Question

Figure shows a system consisting of a massless pulley, a spring of force constant $k$ and a block of mass $m$. If the block is slightly displaced vertically down from its equilibrium position and then released, the period of its vertical oscillation is

• A. $2\pi \sqrt{\frac{m}{k}}$
• B. $\pi \sqrt{\frac{m}{4k}}$
• C. $\pi \sqrt{\frac{m}{k}}$
• D. $4\pi \sqrt{\frac{m}{k}}$

Answer 1

The correct option is D $4\pi \sqrt{\frac{m}{k}}$

Let us assume that in equilibrium condition, spring is $x_0$ elongated from its natural length.
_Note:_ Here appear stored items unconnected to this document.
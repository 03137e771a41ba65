package check

import (
	"math"

	"gonum.org/v1/gonum/mat"

	"tapround/survey"
)

// witness is one thing that shows the head of a part at rest: a head, or the stated
// level of the reservoir.
type witness struct {
	head      survey.Head
	reservoir string // empty: a head
	level     survey.Condition
}

func (w witness) value() float64 {
	if w.reservoir != "" {
		return w.level.Value.V
	}
	return w.head.Value
}

// finest is the standard uncertainty below which no head is believed, m: the meniscus
// in a tube, the ripple on a reservoir (common practice). It keeps covariances regular.
const finest = 1e-3

func cov(a, b witness, same bool) float64 {
	switch {
	case a.reservoir != "" || b.reservoir != "":
		if !same {
			return 0
		}
		return math.Pow(a.level.SD.Or(0), 2) + finest*finest
	case same:
		return covariance(a.head, b.head, true) + finest*finest
	}
	return covariance(a.head, b.head, false)
}

// suspect is what may stand apart: the members of ws are all of one tap, or of one
// gauge, or are the level.
type suspect struct {
	members              []int
	tap, gauge, level    string
	size, sd             float64 // m from the mean of the rest
	rest                 float64 // mean of the rest, m
	restCount, gaugeTaps int
}

func (x suspect) z() float64 { return math.Abs(x.size) / x.sd }

// mean is the generalised least-squares mean m of witnesses y with inverse covariance P,
// and what measures how far a suspect, with a its ones, stands from the rest:
//
//	size = a'P(y - m)/q, standard uncertainty 1/sqrt q, q = a'Pa - (a'P1)^2/(1'P1)
//
// [Baarda 1968, for correlated readings Tamhane and Mah 1985, both from memory].
type mean struct {
	ws       []witness
	p        *mat.SymDense // inverse covariance
	level, w float64       // common head and 1'P1
	chi2     float64
	pull     []float64 // P(y - m)
	ones     []float64 // P1
}

// meanOf is false where the covariance cannot be inverted.
func meanOf(ws []witness) (mean, bool) {
	n := len(ws)
	c := mat.NewSymDense(n, nil)
	for i := range ws {
		for j := i; j < n; j++ {
			c.SetSym(i, j, cov(ws[i], ws[j], i == j))
		}
	}
	var chol mat.Cholesky
	m := mean{ws: ws, p: mat.NewSymDense(n, nil), pull: make([]float64, n), ones: make([]float64, n)}
	if !chol.Factorize(c) || chol.InverseTo(m.p) != nil {
		return m, false
	}
	for i := range ws {
		for j := range ws {
			m.level += m.p.At(i, j) * ws[j].value()
			m.ones[i] += m.p.At(i, j)
		}
		m.w += m.ones[i]
	}
	m.level /= m.w
	for i := range ws {
		for j := range ws {
			m.pull[i] += m.p.At(i, j) * (ws[j].value() - m.level)
		}
		m.chi2 += (ws[i].value() - m.level) * m.pull[i]
	}
	return m, true
}

// dropOf is how much less chi2 would be were witnesses i and j to show di and dj more,
// the covariance staying as it is.
func (m mean) dropOf(i, j int, di, dj float64) float64 {
	linear := di*m.pull[i] + dj*m.pull[j]
	square := di*di*m.p.At(i, i) + dj*dj*m.p.At(j, j) + 2*di*dj*m.p.At(i, j)
	shift := di*m.ones[i] + dj*m.ones[j]
	return -(2*linear + square - shift*shift/m.w)
}

// measure fills size and standard uncertainty of a suspect; false where nothing is left
// to measure it against.
func (m mean) measure(x *suspect) bool {
	if len(x.members) == len(m.ws) {
		return false
	}
	score, aPa, aP1 := 0.0, 0.0, 0.0
	for _, i := range x.members {
		score += m.pull[i]
		aP1 += m.ones[i]
		for _, j := range x.members {
			aPa += m.p.At(i, j)
		}
	}
	q := aPa - aP1*aP1/m.w
	if !(q > 0) {
		return false
	}
	x.size, x.sd = score/q, 1/math.Sqrt(q)
	// Moving the members by their size leaves the mean of the rest.
	x.rest = m.level - aP1/m.w*x.size
	x.restCount = len(m.ws) - len(x.members)
	return true
}

// suspects lists taps, gauges read at more than one tap, and the level, measured.
func (m mean) suspects() []suspect {
	var out []suspect
	add := func(x suspect, in func(witness) bool) {
		taps := map[string]bool{}
		for i, w := range m.ws {
			if in(w) {
				x.members = append(x.members, i)
				taps[w.head.Tap] = true
			}
		}
		x.gaugeTaps = len(taps)
		if x.gauge != "" && x.tap == "" && len(taps) < 2 {
			return // the tap's own entry says it
		}
		if m.measure(&x) {
			out = append(out, x)
		}
	}
	seen := map[string]bool{}
	for _, w := range m.ws {
		h := w.head
		switch {
		case w.reservoir != "":
			add(suspect{level: w.reservoir}, func(o witness) bool { return o.reservoir != "" })
			continue
		case !seen["tap "+h.Tap]:
			seen["tap "+h.Tap] = true
			add(suspect{tap: h.Tap, gauge: h.Gauge}, func(o witness) bool { return o.reservoir == "" && o.head.Tap == h.Tap })
		}
		if h.Gauge != "" && !seen["gauge "+h.Gauge] {
			seen["gauge "+h.Gauge] = true
			add(suspect{gauge: h.Gauge}, func(o witness) bool { return o.reservoir == "" && o.head.Gauge == h.Gauge })
		}
	}
	return out
}

// worst gives the suspects that stand apart most: more than one where the readings
// cannot say which of them it is.
func (m mean) worst() []suspect {
	var out []suspect
	for _, x := range m.suspects() {
		switch {
		case len(out) == 0 || x.z() > out[0].z()*(1+1e-9):
			out = []suspect{x}
		case x.z() > out[0].z()*(1-1e-9):
			out = append(out, x)
		}
	}
	return out
}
In equilibrium, $T_{\circ }=mg$
and $k{x}_{\circ }=2T_{\circ }\Rightarrow k{x}_{\circ }=2mg\left(i\right)$
If the mass $m$ moves down a distance $x$ from its equilibrium postion, then pulley will move down by $\frac{x}{2}$. So the extra force in spring will be $\frac{kx}{2}$. From figure, net force on block
$F_{net}=mg-T-\frac{k}{2}\left(x_{\circ }+\frac{x}{2}\right)$
Where, $2T=k(x_0+\frac{x}{2})$ (From net force on pulley)
$\Rightarrow F_{net}=mg-\frac{k{x}_{\circ }}{2}-\frac{kx}{4}$

From eq. (i)
$F_{net}=\frac{-kx}{4}$
Now compare eq. (ii) with $F=-K_{SHM}x,then$
$K_{SHM}=\frac{k}{4}\Rightarrow T=2\pi \sqrt{\frac{m}{K_{S.H.M}}}=2\pi \sqrt{\frac{4m}{k}}$